EPA considers “off-ramp” for New Source Review compliance

Pam Boschee

News Editor

After snagging seven electric utilities last November for alleged noncompliance with New Source Review (NSR) regulations and drawing fire for its interpretation of “routine plant maintenance,” the Environmental Protection Agency (EPA) is considering a regulatory “off-ramp.”

Quin Shea, Edison Electric Institute`s (EEI) senior director for environmental activities, described the off-ramp concept in a recent interview with EL&P. He said, “We`ve got the core NSR program. EPA wants to package it with an alternative that would allow companies-if they were amenable to agreeing to very specific NOx and SOx emission reduction targets in specified time frames-to try to give them some regulatory certainty, which would mean flexibility. They`ll then potentially have the flexibility to make so-called routine maintenance and repair changes without the threat of the agency looking at them for a set number of years.”
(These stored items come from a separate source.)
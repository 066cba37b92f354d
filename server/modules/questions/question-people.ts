import type { EntityManager } from 'typeorm';
import { asSubject, type QuestionSubject } from '@shared/abilities';
import type { PersonRef } from '@shared/schemas/notification-views';
import { mentionedIn } from '@shared/questions/mentions';
import { loadViewer } from '../access';

/** Clubs are small; past this a mention picker would be the wrong tool anyway. */
const CANDIDATES_MAX = 100;

/**
 * Mentors and admins of the club who may read this question, by the same rules as the routes (loaded fresh):
 * a mention never tells someone about a question they could not open.
 */
export async function mentionableFor(m: EntityManager, question: QuestionSubject): Promise<PersonRef[]> {
  const rows: { userId: string; displayName: string }[] = await m.query(
    `SELECT u.id AS "userId", u.display_name AS "displayName"
       FROM membership ms JOIN app_user u ON u.id = ms.user_id
      WHERE ms.club_id = $1 AND ms.status = 'active' AND ms.role IN ('mentor', 'admin') AND u.disabled_at IS NULL
      ORDER BY u.display_name, u.id LIMIT ${CANDIDATES_MAX}`,
    [question.clubId],
  );
  const subject = asSubject('Question', { clubId: question.clubId, askerId: question.askerId });
  const allowed: PersonRef[] = [];
  for (const r of rows) {
    const viewer = await loadViewer(m, r.userId);
    if (viewer?.ability.can('read', subject)) allowed.push(r);
  }
  return allowed;
}

/** Who a message mentions: "@Name" in the text or picked by id, among those it may reach, never the author. */
export async function mentionsOf(
  m: EntityManager,
  question: QuestionSubject,
  text: string,
  pickedIds: readonly string[],
  authorId: string,
): Promise<PersonRef[]> {
  const candidates = (await mentionableFor(m, question)).filter((p) => p.userId !== authorId);
  const named = new Set([...mentionedIn(text, candidates), ...pickedIds]);
  return candidates.filter((p) => named.has(p.userId));
}
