import type { QuestionSummaryView, SnapshotSubject } from '@shared/schemas/question-views';
import type { QuestionStatus } from '@shared/schemas/question.schema';

/** One row of the summary query (question.queries.ts), as PostgreSQL hands it back. */
export interface SummaryRow {
  id: string;
  clubId: string;
  tankId: string;
  tankName: string;
  askerId: string;
  askerName: string;
  aboutKind: SnapshotSubject['kind'];
  aboutAt: string;
  title: string;
  status: QuestionStatus;
  createdAt: Date | string;
  answeredAt: Date | string | null;
  replyCount: number;
  lastActivityAt: Date | string;
  lastAuthorId: string;
}

const iso = (d: Date | string) => new Date(d).toISOString();

export function presentSummary(r: SummaryRow): QuestionSummaryView {
  return {
    id: r.id,
    clubId: r.clubId,
    tankId: r.tankId,
    tankName: r.tankName,
    asker: { userId: r.askerId, displayName: r.askerName },
    about: { kind: r.aboutKind, at: iso(r.aboutAt) },
    title: r.title,
    status: r.status,
    createdAt: iso(r.createdAt),
    answeredAt: r.answeredAt ? iso(r.answeredAt) : null,
    replyCount: Number(r.replyCount),
    lastActivityAt: iso(r.lastActivityAt),
    awaitingAnswer: r.status === 'open' && r.lastAuthorId === r.askerId,
  };
}
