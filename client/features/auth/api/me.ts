import { queryOptions, useQuery } from '@tanstack/react-query';
import type { PackedRules } from '@shared/abilities';
import type { Role } from '@shared/constants/roles';
import type { SalinityDisplay, TemperatureUnit, VolumeUnit } from '@shared/constants/units';
import { api, ApiError } from '@client/lib/api-client';

export interface MeUser {
  id: string;
  email: string;
  displayName: string;
  experienceLevel: 'beginner' | 'some-experience' | 'experienced';
  temperatureUnit: TemperatureUnit;
  volumeUnit: VolumeUnit;
  salinityDisplay: SalinityDisplay;
  timeZone: string;
}
export interface MeMembership {
  clubId: string;
  clubName: string;
  clubSlug: string;
  role: Role;
  status: 'active' | 'suspended';
}
export interface Me {
  user: MeUser;
  memberships: MeMembership[];
  rules: PackedRules;
}

export const authKeys = {
  me: ['auth', 'me'] as const,
};

/** The signed-in person, or null when signed out (a 401 is an answer here, not an error). */
export const meQuery = () =>
  queryOptions({
    queryKey: authKeys.me,
    queryFn: async ({ signal }) => {
      try {
        return await api.get<Me>('/me', signal);
      } catch (e) {
        if (e instanceof ApiError && e.isUnauthenticated) return null;
        throw e;
      }
    },
    staleTime: 60_000,
  });

export const useMe = () => useQuery(meQuery());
EPA held a public meeting on January 13 to discuss alternative approaches for compliance with pending revisions to NSR requirements to be finalized later this year. Shea represented EEI and listed the following attendees, among others:

– The Clean Energy Group, made up of northeastern utilities with mostly gas-fired generation;

– Natural Resources Defense Council and eight to 10 other environmental groups;

– Federal land managers, such as fish & wildlife, park services;

– Several northeast states; and

– Several public interest groups.

Several groups submitted proposals to EPA for consideration in advance of the public meeting. The Clean Energy Group (CEG) offered a voluntary national cap and trade program to control SO2, CO, particulates, NOx, mercury and CO2. CEG wrote, “These cap-and-trade programs would provide participating companies with a set of emission targets that would not change for a period of 15 years, unless further reductions are needed to attain and maintain health based standards.”

Hunton & Williams` Henry Nickel, representing the Utility Air Regulatory Group, wrote, “The current NSR program is incredibly complex and is characterized by misunderstandings by all as to its applicability. The EPA proposals to change the NSR program, in our view, will aggravate, not alleviate this situation. If adopted, the revised rules will lead to litigation and to a chilling effect on programs by all of industry to improve the efficiency and reliability of existing facilities. We need to take this opportunity to develop an alternative to a program that all believe is `broken.`”

Rep. David McIntosh (R-Ind.), chairman of the Subcommittee on National Economic Growth, Natural Resources and Regulatory Affairs voiced his protest regarding any consideration of control of CO2 emissions. He wrote, “I regard this EPA initiative as a clear violation of the Knollenberg funding restriction. Neither the Clean Air Act (CAA) nor the United Nations Framework Convention on Climate Change authorizes EPA to establish a cap and trade program to control emissions of carbon dioxide. The only possible legal authority for such a program is Article 17 of the non-ratified Kyoto Protocol.”

The Knollenberg Amendment, authored by Rep. Joseph Knollenberg (R-Mich.), stipulates that no funds may be used “for the purpose of implementation, or in preparation for implementation of the Kyoto Protocol.”

Clearly, the debates and protests will continue. As in previous EPA controversies, such as those surrounding standards for national particulate matter, the nondelegation doctrine serves as an umbrella under which regulatory and legislative actions must be examined. This doctrine holds that certain issues are too important for Congress to delegate to administrative agencies. According to the U.S. Constitution, governing is to be done by Congress, not by agencies such as EPA. Congress may delegate rulemaking to an agency, but the agency must then be precise in its interpretation of its limits of authority.

A remark made by Shea highlighted this issue. He said, “No matter what would be agreed to hypothetically in the context of NSR reform debate, the so-called off-ramp, no matter what was agreed to by these stakeholders-in no way would that be binding on the key body that really matters in this, and that would be Congress. At some point Congress may speak to CO2 and Congress may speak again to mercury. Congress may speak to NSR reform in any CAA revisions that occur in the next several years. The agency [EPA] cannot guarantee the certainty that he [Robert Perciasepe, EPA assistant administrator for Air and Radiation] was trying to guarantee.”